Other strings in the Environment block only provide information for special programs, which does not affect the operation of the operating system. for example, the Microsoft C compiler and Microsoft Object connector search for include, Lib, and TMP strings in the Environment block to determine the specified position of the header file, library file, and temporary file. figure 2 shows the hexadecimal display of a typical environment block.
Command Line
The command line is passed to the sub-process. It contains one byte indicating the length of the remaining command line, followed by the ASCII string ending with the ASCII code carriage return (0dh. the carriage return code is not included in the length value. the command line can include all the switches, file names, and other parameters that can be checked by sub-processes to affect program operations. the command line is copied to the PSP 80 h offset of the sub-process.
When command. when com uses exec to run a program, its command line includes commands set by all users except the program name or redirection parameter. i/O redirection is in command. it indicates that the sub-process inherits the activity of the standard device handle. other programs that use exec to run sub-processes must perform some necessary redirection and provide an appropriate command line so that the sub-process can behave like a command. com load is the same.
Indeed saved file control blocks
The two local FCBs in the exec parameter block point to the 5ch and 6ch offsets copied to the sub-process PSP.
Currently, only a few applications use FCB as files and records. this is because FCBs does not support directory tree structures. however, some programs check the saved file control block as a quick way to separate the first two switches or other command line parameters. however, to make itself transparent to sub-processes, the parent process should follow command. com. this makes the analysis file name function (INT 21 h, function 29 H) of msdos easy to use.
If the sub-process does not need these two file control blocks, the correct address in the parameter blocks in the application memory will be initialized to point to two empty FCBs, these empty FCBs are composed of 1 byte 0 and 11 byte ASCII code spaces (20 h.
Run a sub-process
After the parent process constructs necessary parameters, it can call exec by interrupting 21h. The registers are set as follows:
Ah = 4bh
Al = 00 H (Exec sub-function, load and execute the Program)
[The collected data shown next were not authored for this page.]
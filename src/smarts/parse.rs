//! SMARTS reader: one grammar production per function, the production in a
//! comment above it. Positions are 0-based character indices.
//!
//! ```text
//! pattern      ::= chain ( '.' chain )*            (dots may also sit inside chains)
//! chain        ::= atom ( bond? ( atom | closure ) | branch | '.' atom )*
//! branch       ::= '(' ( bond? | '.' ) chain ')'
//! closure      ::= digit | '%' digit digit | '%(' digits ')'
//! atom         ::= organic | '*' | 'A' | 'a' | bracket
//! organic      ::= 'B' | 'C' | 'N' | 'O' | 'P' | 'S' | 'F' | 'Cl' | 'Br' | 'I'
//!                | 'b' | 'c' | 'n' | 'o' | 'p' | 's'
//! bracket      ::= '[' atom_low ( ':' digits )? ']'
//! atom_low     ::= atom_or ( ';' atom_or )*
//! atom_or      ::= atom_and ( ',' atom_and )*
//! atom_and     ::= atom_not ( '&'? atom_not )*
//! atom_not     ::= '!'* primitive
//! primitive    ::= digits | element | '#' digits | '*' | 'A' | 'a'
//!                | 'H' digits? | 'h' digits? | 'D' digits? | 'X' digits?
//!                | 'v' digits? | 'R' digits? | 'r' digits? | 'x' digits?
//!                | charge | '$(' pattern ')'
//! charge       ::= '+' digits? | '+'+ | '-' digits? | '-'+
//! bond         ::= bond_low
//! bond_low     ::= bond_or ( ';' bond_or )*
//! bond_or      ::= bond_and ( ',' bond_and )*
//! bond_and     ::= bond_not ( '&'? bond_not )*
//! bond_not     ::= '!'* bond_prim
//! bond_prim    ::= '-' | '=' | '#' | ':' | '~' | '@'
//! ```

use super::expr::{AtomExpr, AtomPrim, BondExpr, BondPrim};
use super::{PatternError, Query, QueryAtom, QueryBond};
DS: dx = segment address of the program pathname: Offset address
ES: BX = parameter block segment address: Offset address
After the software is interrupted and returned, the parent process must test the carry flag to check whether the child process has actually run. if the carry is clear, the child process is successfully loaded and controlled. if the carry position is set, the exec function fails and the error code is returned in ax. The cause can be checked. the common cause is:
The specified file is not found.
File found, but not enough memory to load
Other Uncommon Service errors can be felt by the entire system (for example, msdos in disk files or memory is damaged), using Versions later than msdos 3.0, you can call the int 21h function 59 (get the extended error message) to obtain the exec failure cause in more detail.
In general, an invalid address provided to the exec parameter block or Invalid Address of the parameter block itself will not cause an exec error, but this will cause some undesirable consequences for the sub-process.